Task directions
The lines to copy are those holding the string "fileParameter" in the entries below.

*** Block opens ***

package network

import (
	"bytes"
	"encoding/json"
	"errors"
	"fmt"
	"io"
	"math"
	"os"
	"sort"
	"strings"

	"kinetarium/internal/atomicfile"
)

// Read decodes a model file (JSON, format "kinetarium.model/1") from r.
// Source names the input in error messages (a file name, say). Decoding is
// strict: a syntax error is reported with its line and column, and an
// unknown key or a value of the wrong type with its place in the file, e.g.
// `reactions[2].rate: unknown key "kk"` (indices count from 0). Missing
// simulation settings get their defaults. Read does not validate the
// model's content; see Validate.
func Read(r io.Reader, source string) (*Model, error) {
	data, err := io.ReadAll(r)
	if err != nil {
		return nil, fmt.Errorf("reading %s: %w", source, err)
	}
	m, err := decodeModel(data)
	if err != nil {
		return nil, fmt.Errorf("%s: %w", source, err)
	}
	return m, nil
}

// Load reads the model file at path.
func Load(path string) (*Model, error) {
	f, err := os.Open(path)
	if err != nil {
		return nil, fmt.Errorf("loading model: %w", err)
	}
	defer f.Close()
	return Read(f, path)
}

// lineCol converts a byte offset into a 1-based line and column.
func lineCol(data []byte, off int64) (line, col int) {
	off = max(0, min(off, int64(len(data))))
	line = 1 + bytes.Count(data[:off], []byte("\n"))
	last := bytes.LastIndexByte(data[:off], '\n')
	col = int(off) - last // last = -1 gives off+1
	return line, col
}

func decodeModel(data []byte) (*Model, error) {
	var probe any
	dec := json.NewDecoder(bytes.NewReader(data))
	dec.UseNumber()
	err := dec.Decode(&probe)
	if err == nil {
		// dec.More is false before a stray '}' or ']', so look at the rest.
		off := dec.InputOffset()
		if rest := data[off:]; len(bytes.TrimSpace(rest)) > 0 {
			off += int64(len(rest) - len(bytes.TrimLeft(rest, " \t\r\n")))
			line, col := lineCol(data, off)
			return nil, fmt.Errorf("line %d, column %d: unexpected text after the end of the model", line, col)
		}
	}
	if err == io.EOF || err == io.ErrUnexpectedEOF || err != nil && strings.Contains(err.Error(), "unexpected end") {
		line, col := lineCol(data, int64(len(data)))
		return nil, fmt.Errorf("line %d, column %d: the file ends too early; is a closing brace or bracket missing?", line, col)
	}
	if err != nil {
		var se *json.SyntaxError
		if errors.As(err, &se) {
			line, col := lineCol(data, se.Offset-1)
			return nil, fmt.Errorf("line %d, column %d: invalid JSON: %s", line, col, se.Error())
		}
		return nil, fmt.Errorf("invalid JSON: %w", err)
	}
	top, err := object(data, "", "format", "title", "note", "units", "compartments", "species", "parameters", "reactions", "simulation")
	if err != nil {
		return nil, err
	}
	m := &Model{}
	d := &decoder{}
	raw, ok := top["format"]
	if !ok {
		return nil, fmt.Errorf("missing key \"format\"; a model file starts with \"format\": %q", Format)
	}
	format := d.str(raw, "format")
	if d.err == nil && format != Format {
		if strings.HasPrefix(format, "kinetarium.model/") {
			return nil, fmt.Errorf("format %q is a version this program does not read; expected %q", format, Format)
		}
		return nil, fmt.Errorf("format %q is not a model file format; expected %q", format, Format)
	}
	if v, ok := top["title"]; ok {
		m.Title = d.str(v, "title")
	}
	if v, ok := top["note"]; ok {
		m.Note = d.str(v, "note")
	}
	if v, ok := top["units"]; ok {
		o := d.object(v, "units", "time", "amount")
		if x, ok := o["time"]; ok {
			m.Units.Time = d.str(x, "units.time")
		}
		if x, ok := o["amount"]; ok {
			m.Units.Amount = d.str(x, "units.amount")
		}
	}
	if v, ok := top["compartments"]; ok {
		for i, item := range d.array(v, "compartments") {
			path := fmt.Sprintf("compartments[%d]", i)
			o := d.object(item, path, "name", "volume", "note")
			var c Compartment
			c.Name = d.optStr(o, "name", path)
			c.Volume = d.optNum(o, "volume", path)
			c.Note = d.optStr(o, "note", path)
			m.Compartments = append(m.Compartments, c)
		}
	}
	if v, ok := top["species"]; ok {
		for i, item := range d.array(v, "species") {
			path := fmt.Sprintf("species[%d]", i)
			o := d.object(item, path, "name", "initial", "compartment", "fixed", "note")
			var s Species
			s.Name = d.optStr(o, "name", path)
			s.Initial = d.optNum(o, "initial", path)
			s.Compartment = d.optStr(o, "compartment", path)
			if x, ok := o["fixed"]; ok {
				s.Fixed = d.boolean(x, path+".fixed")
			}
			s.Note = d.optStr(o, "note", path)
			m.Species = append(m.Species, s)
		}
	}
	if v, ok := top["parameters"]; ok {
		for i, item := range d.array(v, "parameters") {
			path := fmt.Sprintf("parameters[%d]", i)
			o := d.object(item, path, "name", "value", "unit", "note")
			var p Parameter
			p.Name = d.optStr(o, "name", path)
			p.Value = d.optNum(o, "value", path)
			p.Unit = d.optStr(o, "unit", path)
			p.Note = d.optStr(o, "note", path)
			m.Parameters = append(m.Parameters, p)
		}
	}
	if v, ok := top["reactions"]; ok {
		for i, item := range d.array(v, "reactions") {
			path := fmt.Sprintf("reactions[%d]", i)
			o := d.object(item, path, "name", "equation", "rate", "note")
			var r Reaction
			r.Name = d.optStr(o, "name", path)
			r.Equation = d.optStr(o, "equation", path)
			r.Note = d.optStr(o, "note", path)
			if x, ok := o["rate"]; ok {
				rp := path + ".rate"
				ro := d.object(x, rp, "law", "k", "k_reverse", "vmax", "km", "kcat", "enzyme", "expression")
				r.Rate.Law = d.optStr(ro, "law", rp)
				r.Rate.K = d.value(ro, "k", rp)
				r.Rate.KReverse = d.value(ro, "k_reverse", rp)
				r.Rate.Vmax = d.value(ro, "vmax", rp)
				r.Rate.Km = d.value(ro, "km", rp)
				r.Rate.Kcat = d.value(ro, "kcat", rp)
				r.Rate.Enzyme = d.value(ro, "enzyme", rp)
				r.Rate.Expression = d.optStr(ro, "expression", rp)
			}
			m.Reactions = append(m.Reactions, r)
		}
	}
	if v, ok := top["simulation"]; ok {
		o := d.object(v, "simulation", "t_end", "output", "rtol", "atol", "method", "non_negative")
		s := &m.Simulation
		s.TEnd = d.optNum(o, "t_end", "simulation")
		s.RTol = d.optNum(o, "rtol", "simulation")
		s.ATol = d.optNum(o, "atol", "simulation")
		s.Method = d.optStr(o, "method", "simulation")
		if x, ok := o["non_negative"]; ok {
			b := d.boolean(x, "simulation.non_negative")
			s.NonNegative = &b
		}
		if x, ok := o["output"]; ok {
			oo := d.object(x, "simulation.output", "points", "spacing", "first")
			if p, ok := oo["points"]; ok {
				f := d.num(p, "simulation.output.points")
				if d.err == nil && (f != math.Trunc(f) || math.Abs(f) > 1e9) {
					d.fail("simulation.output.points: %v is not a whole number up to 1e9; expected a count such as 200", f)
				}
				s.Output.Points = int(f)
			}
			s.Output.Spacing = d.optStr(oo, "spacing", "simulation.output")
			s.Output.First = d.optNum(oo, "first", "simulation.output")
		}
	}
	if d.err != nil {
		return nil, d.err
	}
	m.Simulation = m.Simulation.WithDefaults()
	return m, nil
}

// decoder remembers the first error so the decoding code reads straight.
type decoder struct{ err error }

func (d *decoder) fail(format string, args ...any) {
	if d.err == nil {
		d.err = fmt.Errorf(format, args...)
	}
}

func jsonKind(raw json.RawMessage) string {
	t := bytes.TrimSpace(raw)
	if len(t) == 0 {
		return "nothing"
	}
	switch t[0] {
	case '{':
		return "an object"
	case '[':
		return "a list"
	case '"':
		return "text"
	case 't', 'f':
		return "true/false"
	case 'n':
		return "null"
	}
	return "a number"
}

func object(raw json.RawMessage, path string, allowed ...string) (map[string]json.RawMessage, error) {
	where := path
	if where == "" {
		where = "the top level"
	}
	if jsonKind(raw) != "an object" {
		return nil, fmt.Errorf("%s: expected an object {...}, found %s", where, jsonKind(raw))
	}
	// Decode key by key: json.Unmarshal into a map would keep the last of
	// two equal keys silently.
	o := map[string]json.RawMessage{}
	dec := json.NewDecoder(bytes.NewReader(raw))
	if _, err := dec.Token(); err != nil { // '{'
		return nil, fmt.Errorf("%s: expected an object {...}: %w", where, err)
	}
	for dec.More() {
		tok, err := dec.Token()
		if err != nil {
			return nil, fmt.Errorf("%s: expected an object {...}: %w", where, err)
		}
		k, _ := tok.(string)
		var v json.RawMessage
		if err := dec.Decode(&v); err != nil {
			return nil, fmt.Errorf("%s.%s: %w", where, k, err)
		}
		if _, dup := o[k]; dup {
			return nil, fmt.Errorf("%s: the key %q appears twice; keep one", where, k)
		}
		o[k] = v
	}
	keys := make([]string, 0, len(o))
	for k := range o {
		keys = append(keys, k)
	}
	sort.Strings(keys)
	for _, k := range keys {
		known := false
		for _, a := range allowed {
			if k == a {
				known = true
				break
			}
		}
		if !known {
			return nil, fmt.Errorf("%s: unknown key %q; expected one of %s", where, k, strings.Join(allowed, ", "))
		}
	}
	return o, nil
}

func (d *decoder) object(raw json.RawMessage, path string, allowed ...string) map[string]json.RawMessage {
	if d.err != nil {
		return nil
	}
	o, err := object(raw, path, allowed...)
	if err != nil {
		d.err = err
	}
	return o
}

func (d *decoder) array(raw json.RawMessage, path string) []json.RawMessage {
	if d.err != nil {
		return nil
	}
	var a []json.RawMessage
	if jsonKind(raw) != "a list" || json.Unmarshal(raw, &a) != nil {
		d.fail("%s: expected a list [...], found %s", path, jsonKind(raw))
	}
	return a
}

func (d *decoder) str(raw json.RawMessage, path string) string {
	if d.err != nil {
		return ""
	}
	var s string
	if jsonKind(raw) != "text" || json.Unmarshal(raw, &s) != nil {
		d.fail("%s: expected text in quotes, found %s", path, jsonKind(raw))
	}
	return s
}

func (d *decoder) num(raw json.RawMessage, path string) float64 {
	if d.err != nil {
		return 0
	}
	var f float64
	if jsonKind(raw) != "a number" {
		d.fail("%s: expected a number, found %s", path, jsonKind(raw))
	} else if err := json.Unmarshal(raw, &f); err != nil {
		d.fail("%s: %s is out of the range of numbers this program handles", path, bytes.TrimSpace(raw))
	}
	return f
}

func (d *decoder) boolean(raw json.RawMessage, path string) bool {
	if d.err != nil {
		return false
	}
	var b bool
	if jsonKind(raw) != "true/false" || json.Unmarshal(raw, &b) != nil {
		d.fail("%s: expected true or false, found %s", path, jsonKind(raw))
	}
	return b
}

func (d *decoder) optStr(o map[string]json.RawMessage, key, path string) string {
	if v, ok := o[key]; ok {
		return d.str(v, path+"."+key)
	}
	return ""
}

func (d *decoder) optNum(o map[string]json.RawMessage, key, path string) float64 {
	if v, ok := o[key]; ok {
		return d.num(v, path+"."+key)
	}
	return 0
}

// value decodes a rate field: a parameter name (text) or a number.
func (d *decoder) value(o map[string]json.RawMessage, key, path string) Value {
	v, ok := o[key]
	if !ok || d.err != nil {
		return Value{}
	}
	switch jsonKind(v) {
	case "text":
		return Value{Name: d.str(v, path+"."+key), Set: true}
	case "a number":
		return Value{Num: d.num(v, path+"."+key), Set: true}
	}
	d.fail("%s.%s: expected a parameter name in quotes or a number, found %s", path, key, jsonKind(v))
	return Value{}
}

// The file form, in the key order Write uses.
type (
	fileModel struct {
		Format       string            `json:"format"`
		Title        string            `json:"title,omitempty"`
		Note         string            `json:"note,omitempty"`
		Units        *fileUnits        `json:"units,omitempty"`
		Compartments []fileCompartment `json:"compartments,omitempty"`
		Species      []fileSpecies     `json:"species"`
		Parameters   []fileParameter   `json:"parameters,omitempty"`
		Reactions    []fileReaction    `json:"reactions"`
		Simulation   *fileSimulation   `json:"simulation,omitempty"`
	}
	fileUnits struct {
		Time   string `json:"time,omitempty"`
		Amount string `json:"amount,omitempty"`
	}
	fileCompartment struct {
		Name   string  `json:"name"`
		Volume float64 `json:"volume"`
		Note   string  `json:"note,omitempty"`
	}
	fileSpecies struct {
		Name        string  `json:"name"`
		Initial     float64 `json:"initial"`
		Compartment string  `json:"compartment,omitempty"`
		Fixed       bool    `json:"fixed,omitempty"`
		Note        string  `json:"note,omitempty"`
	}
	fileParameter struct {
		Name  string  `json:"name"`
		Value float64 `json:"value"`
		Unit  string  `json:"unit,omitempty"`
		Note  string  `json:"note,omitempty"`
	}
	fileReaction struct {
		Name     string   `json:"name"`
		Equation string   `json:"equation"`
		Rate     fileRate `json:"rate"`
		Note     string   `json:"note,omitempty"`
	}
	fileRate struct {
		Law        string     `json:"law"`
		K          *fileValue `json:"k,omitempty"`
		KReverse   *fileValue `json:"k_reverse,omitempty"`
		Vmax       *fileValue `json:"vmax,omitempty"`
		Km         *fileValue `json:"km,omitempty"`
		Kcat       *fileValue `json:"kcat,omitempty"`
		Enzyme     *fileValue `json:"enzyme,omitempty"`
		Expression string     `json:"expression,omitempty"`
	}
	fileValue      Value
	fileSimulation struct {
		TEnd        float64     `json:"t_end,omitempty"`
		Output      *fileOutput `json:"output,omitempty"`
		RTol        float64     `json:"rtol,omitempty"`
		ATol        float64     `json:"atol,omitempty"`
		Method      string      `json:"method,omitempty"`
		NonNegative *bool       `json:"non_negative,omitempty"`
	}
	fileOutput struct {
		Points  int     `json:"points,omitempty"`
		Spacing string  `json:"spacing,omitempty"`
		First   float64 `json:"first,omitempty"`
	}
)

// MarshalJSON writes a name as a string and a number as a number.
func (v *fileValue) MarshalJSON() ([]byte, error) {
	if v.Name != "" {
		return json.Marshal(v.Name)
	}
	return json.Marshal(v.Num)
}

func toFileValue(v Value) *fileValue {
	if !v.Set {
		return nil
	}
	f := fileValue(v)
	return &f
}

// Write encodes m as a model file: keys in a fixed order, two-space indent,
// empty optional fields left out. Writing the same model twice gives the
// same bytes. Numbers that JSON cannot hold (NaN, ±Inf) are an error.
func (m *Model) Write(w io.Writer) error {
	f := fileModel{Format: Format, Title: m.Title, Note: m.Note,
		Species: []fileSpecies{}, Reactions: []fileReaction{}}
	if m.Units != (Units{}) {
		f.Units = &fileUnits{Time: m.Units.Time, Amount: m.Units.Amount}
	}
	for _, c := range m.Compartments {
		f.Compartments = append(f.Compartments, fileCompartment(c))
	}
	for _, s := range m.Species {
		f.Species = append(f.Species, fileSpecies(s))
	}
	for _, p := range m.Parameters {
		f.Parameters = append(f.Parameters, fileParameter(p))
	}
	for _, r := range m.Reactions {
		f.Reactions = append(f.Reactions, fileReaction{Name: r.Name, Equation: r.Equation, Note: r.Note,
			Rate: fileRate{Law: r.Rate.Law, K: toFileValue(r.Rate.K), KReverse: toFileValue(r.Rate.KReverse),
				Vmax: toFileValue(r.Rate.Vmax), Km: toFileValue(r.Rate.Km), Kcat: toFileValue(r.Rate.Kcat),
				Enzyme: toFileValue(r.Rate.Enzyme), Expression: r.Rate.Expression}})
	}
	s := m.Simulation
	fs := fileSimulation{TEnd: s.TEnd, RTol: s.RTol, ATol: s.ATol, Method: s.Method, NonNegative: s.NonNegative}
	if s.Output != (Output{}) {
		fs.Output = &fileOutput{Points: s.Output.Points, Spacing: s.Output.Spacing, First: s.Output.First}
	}
	if fs != (fileSimulation{}) {
		f.Simulation = &fs
	}
	var buf bytes.Buffer
	enc := json.NewEncoder(&buf)
	enc.SetIndent("", "  ")
	enc.SetEscapeHTML(false)
	if err := enc.Encode(&f); err != nil {
		return fmt.Errorf("writing model: %w", err)
	}
	if _, err := w.Write(buf.Bytes()); err != nil {
		return fmt.Errorf("writing model: %w", err)
	}
	return nil
}

// Save writes m to path atomically: it writes a temporary file in the same
// directory, syncs it to disk and renames it over path, so a crash never
// leaves a half-written model.
func (m *Model) Save(path string) error {
	var buf bytes.Buffer
	if err := m.Write(&buf); err != nil {
		return fmt.Errorf("saving %s: %w", path, err)
	}
	return atomicfile.Write(path, buf.Bytes())
}
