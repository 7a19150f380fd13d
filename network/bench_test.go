package network

import (
	"fmt"
	"math/rand/v2"
	"testing"

	"gonum.org/v1/gonum/mat"
)

// bigModel generates a network of n species and 3n reactions: unimolecular
// and bimolecular mass action (some reversible), Michaelis–Menten and Hill
// expressions.
func bigModel(n int) *Model {
	rng := rand.New(rand.NewPCG(42, 1))
	m := &Model{}
	for i := 0; i < n; i++ {
		m.Species = append(m.Species, Species{Name: fmt.Sprintf("X%d", i), Initial: 0.1 + rng.Float64()})
	}
	m.Parameters = []Parameter{{Name: "kf", Value: 1}, {Name: "kb", Value: 0.1}, {Name: "Vm", Value: 2},
		{Name: "Km", Value: 0.5}, {Name: "a", Value: 1}, {Name: "K", Value: 0.3}, {Name: "h", Value: 2}}
	x := func() string { return fmt.Sprintf("X%d", rng.IntN(n)) }
	for r := 0; r < 3*n; r++ {
		rx := Reaction{Name: fmt.Sprintf("r%d", r)}
		switch k := rng.IntN(10); {
		case k < 4:
			rx.Equation = x() + " -> " + x()
			rx.Rate = Rate{Law: MassAction, K: Named("kf")}
		case k < 7:
			rx.Equation = x() + " + " + x() + " <=> " + x()
			rx.Rate = Rate{Law: MassAction, K: Named("kf"), KReverse: Named("kb")}
		case k < 9:
			rx.Equation = x() + " -> " + x()
			rx.Rate = Rate{Law: MichaelisMenten, Vmax: Named("Vm"), Km: Named("Km")}
		default:
			rx.Equation = x() + " -> " + x()
			rx.Rate = Rate{Law: Expression, Expression: "a*" + x() + "/(1 + (" + x() + "/K)^h)"}
		}
		m.Reactions = append(m.Reactions, rx)
	}
	return m
}

func benchSystem(b *testing.B) (*System, []float64) {
	s, err := Compile(bigModel(1000))
	if err != nil {
		b.Fatal(err)
	}
	return s, s.Initial()
}

func BenchmarkRHS1000(b *testing.B) {
	s, y := benchSystem(b)
	f := make([]float64, s.Dim())
	b.ReportAllocs()
	for b.Loop() {
		s.RHS(1, y, f)
	}
}

func BenchmarkJacobian1000(b *testing.B) {
	s, y := benchSystem(b)
	jac := mat.NewDense(s.Dim(), s.Dim(), nil)
	b.ReportAllocs()
	for b.Loop() {
		s.Jacobian(1, y, jac)
	}
}

func BenchmarkJacobianCSR1000(b *testing.B) {
	s, y := benchSystem(b)
	_, ci := s.JacobianPattern()
	vals := make([]float64, len(ci))
	b.ReportAllocs()
	for b.Loop() {
		s.JacobianCSR(1, y, vals)
	}
}

func BenchmarkCompile1000(b *testing.B) {
	m := bigModel(1000)
	b.ReportAllocs()
	for b.Loop() {
		if _, err := Compile(m); err != nil {
			b.Fatal(err)
		}
	}
}

func TestBigModelJacobian(t *testing.T) {
	s := mustCompile(t, bigModel(60))
	checkJacobianFD(t, "generated network", s, randomState(newRng(), s))
}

*** Block closes ***

Answer space
		Parameters   []fileParameter   `json:"parameters,omitempty"`
	fileParameter struct {
		f.Parameters = append(f.Parameters, fileParameter(p))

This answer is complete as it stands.